**PROBLEM TO SOLVE**
Report each line of the listing that carries the word "kept".
*** DATA SECTION Section Begins ***
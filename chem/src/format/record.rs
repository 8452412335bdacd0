//! One record of a file: a drawing with what stands around it.

use super::Notice;
use crate::drawing::Drawing;
use crate::molecule::Molecule;

/// One molfile, or one record of an SD file.
#[derive(Clone, Debug)]
pub struct Record {
    /// First header line: the name.
    pub title: String,
    /// Second header line: who wrote it, when.
    pub program_line: String,
    /// Third header line: a comment.
    pub comment: String,
    /// The drawing.
    pub drawing: Drawing,
    /// Data fields of an SD record, in order.
    pub fields: Vec<Field>,
    /// Property lines that mean nothing to the drawing (S-groups and others), byte for byte. They name
    /// atoms and bonds by number.
    pub extra: Vec<String>,
    /// The chiral flag of the counts line: set for "this enantiomer", else relative or unstated. It is
    /// kept and never acted on.
    pub chiral_flag: bool,
    /// What was repaired or should be known.
    pub notices: Vec<Notice>,
}

impl Record {
    /// A record that holds a drawing and a name.
    pub fn new(title: &str, drawing: Drawing) -> Record {
        Record {
            title: title.to_owned(),
            program_line: String::new(),
            comment: String::new(),
            drawing,
            fields: Vec::new(),
            extra: Vec::new(),
            chiral_flag: false,
            notices: Vec::new(),
        }
    }

    /// Value of the first data field with this name.
    pub fn field(&self, name: &str) -> Option<&str> {
        self.fields
            .iter()
            .find(|f| f.name == name)
            .map(|f| f.value.as_str())
    }

    /// Sets a data field: the first one with this name, else a new one at the end.
    pub fn set_field(&mut self, name: &str, value: &str) {
        match self.fields.iter_mut().find(|f| f.name == name) {
            Some(field) => value.clone_into(&mut field.value),
            None => self.fields.push(Field::new(name, value)),
        }
    }

    /// The record with another drawing in place of its own. The extra property lines stay if all atoms
    /// and bonds kept their numbers (new ones last); else they go, and a notice says which.
    #[must_use]
    pub fn with_drawing(mut self, drawing: Drawing) -> Record {
        if !self.extra.is_empty() && !begins_with(drawing.molecule(), self.drawing.molecule()) {
            let lines = std::mem::take(&mut self.extra);
            self.notices.push(Notice::new(
                0,
                "properties-dropped",
                format!(
                    "atoms or bonds have other numbers now; left out: {}",
                    lines.join(" | ")
                ),
            ));
        }
        self.drawing = drawing;
        self
    }
}

/// Whether the atoms and bonds of `before` are the first ones of `after`, under the same numbers.
fn begins_with(after: &Molecule, before: &Molecule) -> bool {
    let same_atoms = before.n_atoms() <= after.n_atoms()
        && before
            .atoms()
            .all(|a| before.element(a) == after.element(a));
    let same_bonds = before.n_bonds() <= after.n_bonds()
        && before.bonds().all(|b| {
            let ([a, c], [d, e]) = (before.bond(b).ends, after.bond(b).ends);
            (a, c) == (d, e) || (a, c) == (e, d)
        });
    same_atoms && same_bonds
}

/// One data field of an SD record.
#[derive(Clone, Debug, PartialEq, Eq)]
pub struct Field {
    /// Its header line as it stands in the file (`> <NAME>`).
    pub header: String,
    /// The name between `<` and `>`; empty if there is none.
    pub name: String,
    /// Its lines, joined by line feeds.
    pub value: String,
}

impl Field {
    /// A field with the plain header `> <NAME>`.
    pub fn new(name: &str, value: &str) -> Field {
        Field {
            header: format!("> <{name}>"),
            name: name.to_owned(),
            value: value.to_owned(),
        }
    }
}

/// How a record is written.
#[derive(Clone, Debug, Default)]
pub struct WriteOptions {
    /// Date and time for the second header line, `MMDDYYHHmm`; blank if there is none. (The chemistry
    /// has no clock.)
    pub date: Option<String>,
}

#[cfg(test)]
mod tests {
    use super::*;
    use crate::drawing::Edit;
    use crate::drawing::tests::draw;
    use crate::molecule::AtomIx;

    #[test]
    fn extra_lines_go_when_numbers_change() {
        let chain = || {
            draw(
                &[("C", 0.0, 0.0), ("C", 1.0, 0.5), ("O", 2.0, 0.0)],
                &[(0, 1, 1, ' '), (1, 2, 1, 'w')],
            )
        };
        let mut record = Record::new("x", chain());
        record.extra.push("M  STY  1   1 DAT".to_owned());
        let same = record.clone().with_drawing(chain());
        assert_eq!((same.extra.len(), same.notices.len()), (1, 0));
        let (less, _) = chain().apply(&[Edit::RemoveAtom(AtomIx::new(0))]).unwrap();
        let changed = record.with_drawing(less);
        assert!(changed.extra.is_empty());
        assert!(changed.notices[0].text.contains("M  STY"));
    }

    #[test]
    fn fields_are_set_in_place() {
        let mut record = Record::new("x", Drawing::empty());
        record.set_field("A", "1");
        record.set_field("B", "2");
        record.set_field("A", "3");
        assert_eq!(record.field("A"), Some("3"));
        assert_eq!(record.fields.len(), 2);
        assert_eq!(record.field("C"), None);
    }
}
*** DATA SECTION Section Ends ***
**RESULT OF THE EXERCISE**
    /// kept and never acted on.
    /// and bonds kept their numbers (new ones last); else they go, and a notice says which.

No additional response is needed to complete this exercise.